### TASK INPUT
··········

"""Every estimator of the registry, against an obvious loop over windows: one least-squares fit each.

A new estimator needs a line in `ORACLES`.
"""

from __future__ import annotations

from collections.abc import Callable
from dataclasses import dataclass
from typing import Any

import numpy as np
import pytest

from lineproof import catalog
from lineproof.estimators import ESTIMATORS
from lineproof.stats.windows import Sample

WINDOW, MIN_OBS = 36, 12
FIELDS = ("beta", "alpha", "se_beta", "r2", "residual_sd")
KINDS = ["plain", "outlier", "close fit", "level", "stale", "whole"]


@dataclass(frozen=True)
class Known:
    """What one security's window may use: returns by period, NaN where unknown, and the factors (n_periods, 3)."""

    own: np.ndarray
    factors: np.ndarray
    end: int

    def pairs(self, columns: np.ndarray, window: int, until: int) -> tuple[np.ndarray, np.ndarray]:
        """Complete rows of some columns and returns in the window that ends at a period; and those periods."""
        at = np.arange(max(until - window + 1, 0), until + 1)
        at = at[~np.isnan(self.own[at]) & ~np.isnan(columns[at]).any(axis=1)]
        return at, self.own[at]

    def later(self, shifts: list[int]) -> np.ndarray:
        """The market of so many periods later, a column each, nothing later than the window's date."""
        market = self.factors[:, 0]
        out = np.full((len(market), len(shifts)), np.nan)
        for column, shift in enumerate(shifts):
            for t in range(len(market)):
                if 0 <= t + shift <= self.end:
                    out[t, column] = market[t + shift]
        return out


def fit(x: np.ndarray, y: np.ndarray, w: np.ndarray, take: np.ndarray) -> dict[str, float]:
    """Weighted least squares on [1, x], x and y measured from their means; beta is `take` @ slopes."""
    n, k = x.shape
    mean_x, mean_y = np.average(x, axis=0, weights=w), y[0] + np.average(y - y[0], weights=w)
    a, b = (x - mean_x) * np.sqrt(w)[:, None], (y - mean_y) * np.sqrt(w)
    slopes, *_ = np.linalg.lstsq(a, b, rcond=None)
    residual = b - a @ slopes
    variance = residual @ residual / (n - k - 1)
    return {
        "beta": take @ slopes,
        "alpha": mean_y - slopes @ mean_x,
        "se_beta": np.sqrt(variance * take @ np.linalg.inv(a.T @ a) @ take),
        "r2": 1 - residual @ residual / (b @ b) if b.any() else 0.0,
        "residual_sd": np.sqrt(variance / w.mean()),
        "n_obs": n,
    }


Oracle = Callable[..., dict[str, float] | None]


def regression(known: Known, columns: np.ndarray, until: int, **how: Any) -> dict | None:
    at, y = known.pairs(columns, WINDOW, until)
    if len(at) < MIN_OBS:
        return None
    k = columns.shape[1]
    w = 0.5 ** ((until - at) / how["half_life"]) if "half_life" in how else np.ones(len(at))
    return fit(columns[at], y, w, how.get("take", np.eye(k)[0]))


def ols(known: Known) -> dict | None:
    return regression(known, known.factors[:, :1], known.end)


def multi_factor(known: Known) -> dict | None:
    return regression(known, known.factors, known.end)


def lagged(known: Known, lags: int, leads: int) -> dict | None:
    columns = known.later(list(range(-lags, leads + 1)))
    return regression(known, columns, known.end - leads, take=np.ones(lags + leads + 1))


def scholes_williams(known: Known) -> dict | None:
    columns = known.later([-1, 0, 1])
    at, y = known.pairs(columns, WINDOW, known.end - 1)
    if len(at) < MIN_OBS:
        return None
    x = columns[at] - columns[at].mean(axis=0)
    scale = 1 + 2 * np.corrcoef(x[:, 0], x[:, 1])[0, 1]
    if scale <= 0:
        return None
    weights = (x / (x * x).sum(axis=0)).sum(axis=1) / scale  # beta is weights @ y
    centred = y - (y[0] + (y - y[0]).mean())
    beta = weights @ centred
    residual = centred - beta * x[:, 1]
    variance = residual @ residual / (len(y) - 2)
    total = centred @ centred
    return {
        "beta": beta,
        "alpha": y.mean() - beta * columns[at, 1].mean(),
        "se_beta": np.sqrt(variance * weights @ weights),
        "r2": max(0.0, 1 - residual @ residual / total) if total else 0.0,
        "residual_sd": np.sqrt(variance),
        "n_obs": len(y),
    }


def exponential(known: Known, half_life: float) -> dict | None:
    return regression(known, known.factors[:, :1], known.end, half_life=half_life)


def downside(known: Known, below: str) -> dict | None:
    market = known.factors[:, :1]
    at, y = known.pairs(market, WINDOW, known.end)
    level = market[at].mean() if below == "mean" and len(at) else 0.0
    falls = market[at, 0] < level
    if falls.sum() < MIN_OBS:
        return None
    return fit(market[at][falls], y[falls], np.ones(falls.sum()), np.ones(1))


def correlation_volatility(
    known: Known, volatility_window: int, volatility_min_obs: int, overlap: int
) -> dict | None:
    market, own = known.factors[:, 0], known.own
    sums = np.full((len(market), 2), np.nan)
    for t in range(overlap - 1, len(market)):
        span = slice(t - overlap + 1, t + 1)
        sums[t] = market[span].sum(), own[span].sum()
    long = sums[max(known.end - WINDOW + 1, 0) : known.end + 1]
    long = long[~np.isnan(long).any(axis=1)]
    at, y = known.pairs(known.factors[:, :1], volatility_window, known.end)
    if len(long) < MIN_OBS or len(at) < volatility_min_obs:
        return None
    n, n_short, k = len(long), len(y), overlap
    a, b = market[at] - market[at].mean(), y - (y[0] + (y - y[0]).mean())
    u, v = (long - long[0]).T
    u, v = u - u.mean(), v - v.mean()
    rho = (u @ v) / np.sqrt((u @ u) * (v @ v)) if v.any() else 0.0
    # 1 − ρ² from the residuals, since the difference loses digits in a close fit
    rest = v - (u @ v) / (u @ u) * u
    apart = (rest @ rest) / (v @ v) if v.any() else 1.0
    ratio = np.sqrt((b @ b) / (a @ a))
    beta = rho * ratio
    spread = apart**2 * (2 * k * k + 1) / (3 * k) / (n - 2) + rho**2 * apart / (n_short - 2)
    residual = b - beta * a
    return {
        "beta": beta,
        "alpha": (long[:, 1].mean() - beta * long[:, 0].mean()) / k,
        "se_beta": ratio * np.sqrt(spread),
        "r2": rho**2,
        "residual_sd": np.sqrt(residual @ residual / (n_short - 2)),
        "n_obs": n,
    }


SHORT = {"volatility_window": 20, "volatility_min_obs": 8}
ORACLES: dict[str, tuple[Oracle, list[dict[str, Any]]]] = {
    "ols": (ols, [{}]),
    "multi_factor": (multi_factor, [{}]),
    "lagged": (lagged, [{"lags": 1, "leads": 0}, {"lags": 2, "leads": 1}, {"lags": 0, "leads": 0}]),
    "scholes_williams": (scholes_williams, [{}]),
    "exponential": (exponential, [{"half_life": 12.0}, {"half_life": 0.7}]),
    "correlation_volatility": (
        correlation_volatility,
        [{**SHORT, "overlap": 1}, {**SHORT, "overlap": 3}],
    ),
    "downside": (downside, [{"below": "mean"}, {"below": "zero"}]),
}
CASES = [(name, options) for name, (_, all_of) in ORACLES.items() for options in all_of]


def test_every_estimator_has_an_oracle() -> None:
    assert set(ORACLES) == set(ESTIMATORS)


def draw(kind: str, unit: float) -> tuple[Sample, np.ndarray]:
    """Three securities over 160 periods, with gaps but in the kind "whole"; and their returns (3, 160) by period."""
    rng = np.random.default_rng(KINDS.index(kind))
    factors = np.column_stack([rng.normal(0.006, 0.045, 160), rng.normal(0.0, 0.03, (160, 2))])
    own = 0.002 + factors @ rng.uniform(0.2, 1.5, (3, 3)) + rng.normal(0.0, 0.08, (160, 3))
    match kind:
        case "outlier":
            own[60] = 100.0  # +10,000 %, enters and leaves
        case "close fit":
            own = 0.002 + 1.2 * factors[:, :1] + rng.normal(0.0, 1e-5, (160, 3))
        case "level":
            factors, own = factors + 50.0, own + 50.0
        case "stale":
            own[70:110] = 0.0
    if kind != "whole":
        factors[rng.random(160) < 0.03, 0] = np.nan
        own[rng.random(own.shape) < 0.08] = np.nan
    factors, own = unit * factors, unit * own.T
    rows = [np.sort(rng.choice(160, n, replace=False)) for n in (160, 150, 90)]
    if kind == "whole":
        rows = [np.arange(160), np.arange(20, 160), np.arange(60, 150)]
    seen = np.full(own.shape, np.nan)
    for security, at in enumerate(rows):
        seen[security, at] = own[security, at]
    starts = np.cumsum([0, *map(len, rows)])
    excess = np.concatenate([seen[i, at] for i, at in enumerate(rows)])
    return Sample(starts, np.concatenate(rows), excess, factors), seen


@pytest.mark.parametrize("unit", [1.0, 100.0], ids=["decimal", "percent"])
@pytest.mark.parametrize("kind", KINDS)
@pytest.mark.parametrize(("name", "options"), CASES, ids=str)
def test_each_window_equals_its_own_fit(
    name: str, options: dict[str, Any], kind: str, unit: float
) -> None:
    """1e-10 of the size each number has by itself.

    A beta or alpha near zero is a difference of larger numbers: its size is that of a line with a correlation of one,
    or its standard error times √n if that is larger. R² is taken from one, where both sides round. Where the fit is
    close the loop itself only resolves residuals to the rounding of the returns: so much is allowed for.
    """
    sample, seen = draw(kind, unit)
    found = catalog.load(ESTIMATORS[name])(sample, window=WINDOW, min_obs=MIN_OBS, **options)
    oracle = ORACLES[name][0]
    owner = np.repeat(np.arange(3), np.diff(sample.starts))
    place, compared = dict(zip(found.row, range(len(found.row)), strict=True)), 0
    for row, period in enumerate(sample.period):
        want = oracle(Known(seen[owner[row]], sample.factors, int(period)), **options)
        assert (row in place) == (want is not None), row
        if want is None:
            continue
        got = {field: getattr(found, field)[place[row]] for field in (*FIELDS, "n_obs")}
        assert got["n_obs"] == want["n_obs"]
        level = np.nanmax(np.abs(seen[owner[row]][max(0, period - 40) : period + 1]))
        market = np.nanmax(np.abs(sample.factors[max(0, period - 40) : period + 1, 0]))
        spread = np.sqrt(want["n_obs"]) * want["se_beta"]
        # Rounding of the data, 1e-16 of their level, over what is left by the fit.
        noise = 1e-15 * level / want["residual_sd"] if want["residual_sd"] else 0.0
        size = {
            "beta": abs(want["beta"]) + spread,
            "alpha": level + (abs(want["beta"]) + spread) * market,
            "se_beta": want["se_beta"] * (1 + noise * 1e10),
            "r2": 1.0,
            "residual_sd": want["residual_sd"] * (1 + noise * 1e10),
        }
        for field in FIELDS:
            assert abs(got[field] - want[field]) <= 1e-10 * size[field] + 1e-300, (
                field,
                row,
                got,
                want,
            )
        compared += 1
    always_up = kind == "level" and options.get("below") == "zero"
    assert compared == 0 if always_up else compared > 100
    assert found.n_too_few + found.n_no_variation == len(sample.period) - compared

··········

### TASK INSTRUCTIONS
Take the records above and return, word for word, only the lines that fall from the line with "sample, seen = draw(kind, unit)" to the line with "sample.factors, int(period)), **options)", both of them included.

### RESPONSE
    sample, seen = draw(kind, unit)
    found = catalog.load(ESTIMATORS[name])(sample, window=WINDOW, min_obs=MIN_OBS, **options)
    oracle = ORACLES[name][0]
    owner = np.repeat(np.arange(3), np.diff(sample.starts))
    place, compared = dict(zip(found.row, range(len(found.row)), strict=True)), 0
    for row, period in enumerate(sample.period):
        want = oracle(Known(seen[owner[row]], sample.factors, int(period)), **options)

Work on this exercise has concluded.